# Brief
Give the records again in full, exactly as they appear.

━━━ Exercise input

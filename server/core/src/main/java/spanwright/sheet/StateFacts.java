package spanwright.sheet;

import java.time.LocalDate;
import java.util.ArrayList;
import java.util.BitSet;
import java.util.List;
import java.util.Map;
import org.jspecify.annotations.Nullable;
import spanwright.plant.Trust;
import spanwright.splicing.EndState;

/** States of ends as a line says them over what is recorded. */
final class StateFacts {

    private StateFacts() {}

    /** Whether a line says of an end what is recorded of it. */
    static boolean repeats(Statement.States said, EndState recorded) {
        return said.condition() == recorded.condition()
                && (said.trust() == null || said.trust() == recorded.trust())
                && (said.seen() == null || said.seen().equals(recorded.verifiedOn()));
    }

    /** The states to add for some indexes of a line; their identities are given when they are added. */
    static List<EndState> list(Statement.States said, BitSet indexes, int enclosure, Map<Long, EndState> before) {
        List<EndState> states = new ArrayList<>();
        for (RangeParts.Run run : RangeParts.runs(indexes)) {
            EndState known = before.get(said.range().key(run.from()));
            boolean same = known != null && known.condition() == said.condition();
            states.add(new EndState(
                    1,
                    enclosure,
                    RangeParts.part(said.range(), run),
                    said.condition(),
                    trust(said, same ? known : null),
                    seen(said, same ? known : null)));
        }
        return states;
    }

    private static Trust trust(Statement.States said, @Nullable EndState known) {
        if (said.trust() != null) {
            return said.trust();
        }
        return known == null ? Trust.POSTED : known.trust();
    }

    private static @Nullable LocalDate seen(Statement.States said, @Nullable EndState known) {
        if (said.seen() != null) {
            return said.seen();
        }
        return known == null ? null : known.verifiedOn();
    }
}
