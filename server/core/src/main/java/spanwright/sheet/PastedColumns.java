package spanwright.sheet;

import java.util.ArrayList;
import java.util.List;
import java.util.Locale;
import java.util.Optional;

/**
 * What the columns of a pasted block hold.
 *
 * @param columns a column each
 */
record PastedColumns(List<Column> columns) {

    /** What stands in a column. */
    enum Part {
        CABLE,
        DIRECTION,
        TUBE,
        FIBER,
        OTHER
    }

    /**
     * A column.
     *
     * @param side 0 for the first side of a joint, 1 for the second
     * @param part what stands in it
     */
    record Column(int side, Part part) {}

    private static Part part(String header) {
        String word = header.toLowerCase(Locale.ROOT);
        if (word.contains("cable") || word.contains("sheath")) {
            return Part.CABLE;
        }
        if (word.contains("direction") || word.contains("side") || word.contains("way")) {
            return Part.DIRECTION;
        }
        if (word.contains("tube") || word.contains("buffer")) {
            return Part.TUBE;
        }
        return word.contains("fiber") || word.contains("fibre") || word.contains("strand") ? Part.FIBER : Part.OTHER;
    }

    /** Whether a row names columns: a cable's and a fiber's at least. */
    static boolean isHeader(List<String> row) {
        List<Part> parts = row.stream().map(PastedColumns::part).toList();
        return parts.contains(Part.CABLE) && parts.contains(Part.FIBER);
    }

    /** Each part stands once a side: the second of its kind is the other side's. */
    static PastedColumns ofHeader(List<String> header) {
        return sided(header.stream().map(PastedColumns::part).toList());
    }

    private static PastedColumns sided(List<Part> parts) {
        List<Column> columns = new ArrayList<>();
        for (Part part : parts) {
            boolean seen = columns.contains(new Column(0, part));
            columns.add(new Column(seen ? 1 : 0, part));
        }
        return new PastedColumns(columns);
    }

    /** By what stands in the first row: a cable of the enclosure, a direction, and behind them a tube and a fiber. */
    static PastedColumns ofContent(List<List<String>> rows, EnclosureLegs legs) {
        List<String> row = rows.stream()
                .filter(cells -> cells.stream().anyMatch(cell -> !legs.of(cell).isEmpty()))
                .findFirst()
                .orElse(rows.get(0));
        List<Part> parts = new ArrayList<>();
        for (int at = 0; at < row.size(); at++) {
            parts.add(content(row, at, legs));
        }
        return sided(parts);
    }

    private static Part content(List<String> row, int at, EnclosureLegs legs) {
        String cell = row.get(at);
        if (!legs.of(cell).isEmpty()) {
            return Part.CABLE;
        }
        if (cell.equalsIgnoreCase("back") || cell.equalsIgnoreCase("ahead")) {
            return Part.DIRECTION;
        }
        boolean named = at > 0
                && !row.subList(0, at).stream()
                        .allMatch(before -> legs.of(before).isEmpty());
        if (!named || !cell.matches("[0-9]{1,4}|[A-Za-z]{2}(/[0-9]?[A-Za-z]{2})?|[A-Za-z]{3,9}")) {
            return Part.OTHER;
        }
        boolean tubeBefore = at > 0
                && row.get(at - 1).matches("[0-9]{1,4}|[A-Za-z/0-9]{2,9}")
                && legs.of(row.get(at - 1)).isEmpty()
                && !row.get(at - 1).equalsIgnoreCase("back")
                && !row.get(at - 1).equalsIgnoreCase("ahead");
        boolean another = at + 1 < row.size()
                && legs.of(row.get(at + 1)).isEmpty()
                && row.get(at + 1).matches("[0-9]{1,4}|[A-Za-z]{2}(/[0-9]?[A-Za-z]{2})?|[A-Za-z]{3,9}");
        return !tubeBefore && another ? Part.TUBE : Part.FIBER;
    }

    /** The index of a column, if it is there. */
    Optional<Integer> find(int side, Part part) {
        int at = columns.indexOf(new Column(side, part));
        return at < 0 ? Optional.empty() : Optional.of(at);
    }
}
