/**
 * What may be the cause of an outage, by which circuits are down and which are up. The model and its formula are in
 * {@code docs/SUSPECTS.md}.
 *
 * <p>Invariants:
 *
 * <ol>
 *   <li>A suspect says what it explains, what contradicts it, and what it rests on.
 *   <li>Places that the alarms cannot tell apart are one suspect.
 *   <li>A protected circuit that is up proves nothing of the leg that it is not on.
 * </ol>
 */
@NullMarked
package spanwright.suspicion;

import org.jspecify.annotations.NullMarked;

━━━━━━

# Exercise solution
filename server/core/src/main/java/spanwright/sheet/StateFacts.java
package spanwright.sheet;

import java.time.LocalDate;
import java.util.ArrayList;
import java.util.BitSet;
import java.util.List;
import java.util.Map;
import org.jspecify.annotations.Nullable;
import spanwright.plant.Trust;
import spanwright.splicing.EndState;

/** States of ends as a line says them over what is recorded. */
final class StateFacts {

    private StateFacts() {}

    /** Whether a line says of an end what is recorded of it. */
    static boolean repeats(Statement.States said, EndState recorded) {
        return said.condition() == recorded.condition()
                && (said.trust() == null || said.trust() == recorded.trust())
                && (said.seen() == null || said.seen().equals(recorded.verifiedOn()));
    }

    /** The states to add for some indexes of a line; their identities are given when they are added. */
    static List<EndState> list(Statement.States said, BitSet indexes, int enclosure, Map<Long, EndState> before) {
        List<EndState> states = new ArrayList<>();
        for (RangeParts.Run run : RangeParts.runs(indexes)) {
            EndState known = before.get(said.range().key(run.from()));
            boolean same = known != null && known.condition() == said.condition();
            states.add(new EndState(
                    1,
                    enclosure,
                    RangeParts.part(said.range(), run),
                    said.condition(),
                    trust(said, same ? known : null),
                    seen(said, same ? known : null)));
        }
        return states;
    }

    private static Trust trust(Statement.States said, @Nullable EndState known) {
        if (said.trust() != null) {
            return said.trust();
        }
        return known == null ? Trust.POSTED : known.trust();
    }

    private static @Nullable LocalDate seen(Statement.States said, @Nullable EndState known) {
        if (said.seen() != null) {
            return said.seen();
        }
        return known == null ? null : known.verifiedOn();
    }
}
filename server/core/src/main/java/spanwright/sheet/PastedColumns.java
package spanwright.sheet;

import java.util.ArrayList;
import java.util.List;
import java.util.Locale;
import java.util.Optional;

/**
 * What the columns of a pasted block hold.
 *
 * @param columns a column each
 */
record PastedColumns(List<Column> columns) {

    /** What stands in a column. */
    enum Part {
        CABLE,
        DIRECTION,
        TUBE,
        FIBER,
        OTHER
    }

    /**
     * A column.
     *
     * @param side 0 for the first side of a joint, 1 for the second
     * @param part what stands in it
     */
    record Column(int side, Part part) {}

    private static Part part(String header) {
        String word = header.toLowerCase(Locale.ROOT);
        if (word.contains("cable") || word.contains("sheath")) {
            return Part.CABLE;
        }
        if (word.contains("direction") || word.contains("side") || word.contains("way")) {
            return Part.DIRECTION;
        }
        if (word.contains("tube") || word.contains("buffer")) {
            return Part.TUBE;
        }
        return word.contains("fiber") || word.contains("fibre") || word.contains("strand") ? Part.FIBER : Part.OTHER;
    }

    /** Whether a row names columns: a cable's and a fiber's at least. */
    static boolean isHeader(List<String> row) {
        List<Part> parts = row.stream().map(PastedColumns::part).toList();
        return parts.contains(Part.CABLE) && parts.contains(Part.FIBER);
    }

    /** Each part stands once a side: the second of its kind is the other side's. */
    static PastedColumns ofHeader(List<String> header) {
        return sided(header.stream().map(PastedColumns::part).toList());
    }

    private static PastedColumns sided(List<Part> parts) {
        List<Column> columns = new ArrayList<>();
        for (Part part : parts) {
            boolean seen = columns.contains(new Column(0, part));
            columns.add(new Column(seen ? 1 : 0, part));
        }
        return new PastedColumns(columns);
    }

    /** By what stands in the first row: a cable of the enclosure, a direction, and behind them a tube and a fiber. */
    static PastedColumns ofContent(List<List<String>> rows, EnclosureLegs legs) {
        List<String> row = rows.stream()
                .filter(cells -> cells.stream().anyMatch(cell -> !legs.of(cell).isEmpty()))
                .findFirst()
                .orElse(rows.get(0));
        List<Part> parts = new ArrayList<>();
        for (int at = 0; at < row.size(); at++) {
            parts.add(content(row, at, legs));
        }
        return sided(parts);
    }

    private static Part content(List<String> row, int at, EnclosureLegs legs) {
        String cell = row.get(at);
        if (!legs.of(cell).isEmpty()) {
            return Part.CABLE;
        }
        if (cell.equalsIgnoreCase("back") || cell.equalsIgnoreCase("ahead")) {
            return Part.DIRECTION;
        }
        boolean named = at > 0
                && !row.subList(0, at).stream()
                        .allMatch(before -> legs.of(before).isEmpty());
        if (!named || !cell.matches("[0-9]{1,4}|[A-Za-z]{2}(/[0-9]?[A-Za-z]{2})?|[A-Za-z]{3,9}")) {
            return Part.OTHER;
        }
        boolean tubeBefore = at > 0
                && row.get(at - 1).matches("[0-9]{1,4}|[A-Za-z/0-9]{2,9}")
                && legs.of(row.get(at - 1)).isEmpty()
                && !row.get(at - 1).equalsIgnoreCase("back")
                && !row.get(at - 1).equalsIgnoreCase("ahead");
        boolean another = at + 1 < row.size()
                && legs.of(row.get(at + 1)).isEmpty()
                && row.get(at + 1).matches("[0-9]{1,4}|[A-Za-z]{2}(/[0-9]?[A-Za-z]{2})?|[A-Za-z]{3,9}");
        return !tubeBefore && another ? Part.TUBE : Part.FIBER;
    }

    /** The index of a column, if it is there. */
    Optional<Integer> find(int side, Part part) {
        int at = columns.indexOf(new Column(side, part));
        return at < 0 ? Optional.empty() : Optional.of(at);
    }
}
/**
 * What may be the cause of an outage, by which circuits are down and which are up. The model and its formula are in
 * {@code docs/SUSPECTS.md}.
 *
 * <p>Invariants:
 *
 * <ol>
 *   <li>A suspect says what it explains, what contradicts it, and what it rests on.
 *   <li>Places that the alarms cannot tell apart are one suspect.
 *   <li>A protected circuit that is up proves nothing of the leg that it is not on.
 * </ol>
 */
@NullMarked
package spanwright.suspicion;

import org.jspecify.annotations.NullMarked;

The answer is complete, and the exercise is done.